* Your goal
From the records below, please repeat exactly the line that has "expect(more).toHaveLength(0);", the line that has "expect(message.text).toContain('vehicle maker’s procedure", and every line between them, and nothing else.

━━━━━ Data records ━━━━━

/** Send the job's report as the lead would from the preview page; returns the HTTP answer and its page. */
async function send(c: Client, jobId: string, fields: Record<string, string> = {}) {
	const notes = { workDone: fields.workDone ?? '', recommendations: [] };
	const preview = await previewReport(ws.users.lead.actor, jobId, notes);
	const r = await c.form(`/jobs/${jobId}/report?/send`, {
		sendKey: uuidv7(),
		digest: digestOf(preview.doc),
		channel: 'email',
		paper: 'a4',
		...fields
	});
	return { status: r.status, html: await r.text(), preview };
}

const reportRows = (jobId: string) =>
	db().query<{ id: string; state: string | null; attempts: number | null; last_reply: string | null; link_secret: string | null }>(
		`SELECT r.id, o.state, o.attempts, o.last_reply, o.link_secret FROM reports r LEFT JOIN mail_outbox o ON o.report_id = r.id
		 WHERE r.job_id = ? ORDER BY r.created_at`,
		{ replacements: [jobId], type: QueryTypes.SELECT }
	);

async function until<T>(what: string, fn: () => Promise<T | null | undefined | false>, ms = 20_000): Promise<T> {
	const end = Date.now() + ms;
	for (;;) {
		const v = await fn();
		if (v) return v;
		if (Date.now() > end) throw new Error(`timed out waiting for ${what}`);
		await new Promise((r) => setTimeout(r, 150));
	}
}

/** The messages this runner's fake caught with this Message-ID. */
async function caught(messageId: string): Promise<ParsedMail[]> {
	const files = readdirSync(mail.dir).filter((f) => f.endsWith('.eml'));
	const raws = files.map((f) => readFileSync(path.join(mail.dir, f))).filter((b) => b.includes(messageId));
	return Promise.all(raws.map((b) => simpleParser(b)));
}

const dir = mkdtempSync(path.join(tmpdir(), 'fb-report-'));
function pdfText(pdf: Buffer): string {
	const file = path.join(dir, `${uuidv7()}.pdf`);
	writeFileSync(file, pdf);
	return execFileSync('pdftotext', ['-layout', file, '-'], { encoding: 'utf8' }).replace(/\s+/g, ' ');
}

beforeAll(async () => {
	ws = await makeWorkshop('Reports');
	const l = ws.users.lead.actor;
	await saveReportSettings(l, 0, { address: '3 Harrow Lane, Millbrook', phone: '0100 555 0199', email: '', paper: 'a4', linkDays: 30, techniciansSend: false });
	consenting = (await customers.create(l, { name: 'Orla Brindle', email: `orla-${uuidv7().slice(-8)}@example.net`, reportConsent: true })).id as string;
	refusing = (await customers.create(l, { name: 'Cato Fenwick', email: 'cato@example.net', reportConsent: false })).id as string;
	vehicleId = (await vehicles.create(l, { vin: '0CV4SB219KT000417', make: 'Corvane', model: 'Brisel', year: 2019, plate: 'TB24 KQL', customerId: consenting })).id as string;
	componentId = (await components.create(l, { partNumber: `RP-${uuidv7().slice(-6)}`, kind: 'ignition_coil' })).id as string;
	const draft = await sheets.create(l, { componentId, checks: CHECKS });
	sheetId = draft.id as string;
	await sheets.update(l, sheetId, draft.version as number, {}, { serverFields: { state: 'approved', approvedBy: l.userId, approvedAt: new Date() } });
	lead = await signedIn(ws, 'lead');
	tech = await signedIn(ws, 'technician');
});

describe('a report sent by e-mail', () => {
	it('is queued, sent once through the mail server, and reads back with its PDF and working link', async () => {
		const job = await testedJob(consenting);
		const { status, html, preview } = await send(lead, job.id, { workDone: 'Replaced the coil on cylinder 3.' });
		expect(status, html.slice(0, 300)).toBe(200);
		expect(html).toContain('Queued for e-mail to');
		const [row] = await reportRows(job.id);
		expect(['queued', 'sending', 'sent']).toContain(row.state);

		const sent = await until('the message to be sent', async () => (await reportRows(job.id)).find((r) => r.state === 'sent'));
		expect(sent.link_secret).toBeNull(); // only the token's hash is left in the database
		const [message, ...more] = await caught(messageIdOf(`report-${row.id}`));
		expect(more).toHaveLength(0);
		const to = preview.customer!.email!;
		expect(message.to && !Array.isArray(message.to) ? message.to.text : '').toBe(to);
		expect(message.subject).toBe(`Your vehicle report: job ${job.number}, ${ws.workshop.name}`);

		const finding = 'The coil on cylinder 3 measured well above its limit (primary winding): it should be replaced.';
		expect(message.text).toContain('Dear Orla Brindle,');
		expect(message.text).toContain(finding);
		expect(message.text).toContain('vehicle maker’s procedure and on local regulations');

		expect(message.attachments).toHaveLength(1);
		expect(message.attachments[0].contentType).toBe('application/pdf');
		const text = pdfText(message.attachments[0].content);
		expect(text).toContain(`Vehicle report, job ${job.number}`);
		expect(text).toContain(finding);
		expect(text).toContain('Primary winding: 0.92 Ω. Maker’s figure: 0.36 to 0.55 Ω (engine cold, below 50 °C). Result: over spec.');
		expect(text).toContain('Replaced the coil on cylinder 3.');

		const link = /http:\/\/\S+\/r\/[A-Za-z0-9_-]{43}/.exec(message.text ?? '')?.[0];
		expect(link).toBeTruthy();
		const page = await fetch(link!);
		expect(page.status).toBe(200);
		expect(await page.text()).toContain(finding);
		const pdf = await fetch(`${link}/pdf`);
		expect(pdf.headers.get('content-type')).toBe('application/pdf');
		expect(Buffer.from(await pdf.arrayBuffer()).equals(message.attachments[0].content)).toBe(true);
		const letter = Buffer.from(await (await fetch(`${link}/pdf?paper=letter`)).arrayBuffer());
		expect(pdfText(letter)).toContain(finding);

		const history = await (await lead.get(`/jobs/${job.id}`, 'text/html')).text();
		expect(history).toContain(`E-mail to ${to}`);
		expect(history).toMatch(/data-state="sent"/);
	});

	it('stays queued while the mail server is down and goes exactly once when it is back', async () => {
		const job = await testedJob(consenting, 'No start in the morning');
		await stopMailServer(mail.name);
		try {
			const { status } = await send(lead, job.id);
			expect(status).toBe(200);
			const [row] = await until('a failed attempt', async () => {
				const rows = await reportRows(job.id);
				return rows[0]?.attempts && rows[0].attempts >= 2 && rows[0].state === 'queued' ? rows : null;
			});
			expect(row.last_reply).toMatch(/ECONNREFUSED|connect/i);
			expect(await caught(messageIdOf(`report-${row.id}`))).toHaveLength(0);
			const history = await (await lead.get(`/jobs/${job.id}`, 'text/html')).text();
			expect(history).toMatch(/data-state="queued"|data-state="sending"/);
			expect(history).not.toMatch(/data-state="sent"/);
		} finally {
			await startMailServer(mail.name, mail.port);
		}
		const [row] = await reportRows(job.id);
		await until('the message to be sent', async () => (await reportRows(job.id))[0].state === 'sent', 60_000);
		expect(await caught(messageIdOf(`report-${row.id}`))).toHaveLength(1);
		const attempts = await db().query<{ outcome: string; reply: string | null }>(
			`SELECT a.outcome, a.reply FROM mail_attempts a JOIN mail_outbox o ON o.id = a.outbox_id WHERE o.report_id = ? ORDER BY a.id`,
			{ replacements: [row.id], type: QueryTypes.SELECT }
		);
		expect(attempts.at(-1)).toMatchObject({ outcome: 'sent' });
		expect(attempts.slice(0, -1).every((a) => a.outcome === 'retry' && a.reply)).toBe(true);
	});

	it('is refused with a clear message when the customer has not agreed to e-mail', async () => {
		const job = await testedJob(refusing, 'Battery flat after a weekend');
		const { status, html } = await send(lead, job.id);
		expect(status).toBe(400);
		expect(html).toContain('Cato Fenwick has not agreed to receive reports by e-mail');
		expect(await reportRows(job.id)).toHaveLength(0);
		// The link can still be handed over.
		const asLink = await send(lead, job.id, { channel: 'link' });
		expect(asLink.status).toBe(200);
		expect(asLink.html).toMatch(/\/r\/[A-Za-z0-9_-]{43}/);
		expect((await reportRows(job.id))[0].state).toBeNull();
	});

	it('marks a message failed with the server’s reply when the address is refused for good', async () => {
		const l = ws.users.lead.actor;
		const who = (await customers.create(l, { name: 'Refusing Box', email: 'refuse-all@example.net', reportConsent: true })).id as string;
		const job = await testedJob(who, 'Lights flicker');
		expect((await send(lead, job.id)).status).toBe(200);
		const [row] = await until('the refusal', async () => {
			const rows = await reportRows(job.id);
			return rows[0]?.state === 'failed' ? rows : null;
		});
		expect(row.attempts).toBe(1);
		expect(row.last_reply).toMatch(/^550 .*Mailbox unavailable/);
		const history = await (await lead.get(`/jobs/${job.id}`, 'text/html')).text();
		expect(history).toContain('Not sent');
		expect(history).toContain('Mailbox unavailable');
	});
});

━━━━━

* Solution below
		expect(more).toHaveLength(0);
		const to = preview.customer!.email!;
		expect(message.to && !Array.isArray(message.to) ? message.to.text : '').toBe(to);
		expect(message.subject).toBe(`Your vehicle report: job ${job.number}, ${ws.workshop.name}`);

		const finding = 'The coil on cylinder 3 measured well above its limit (primary winding): it should be replaced.';
		expect(message.text).toContain('Dear Orla Brindle,');
		expect(message.text).toContain(finding);
		expect(message.text).toContain('vehicle maker’s procedure and on local regulations');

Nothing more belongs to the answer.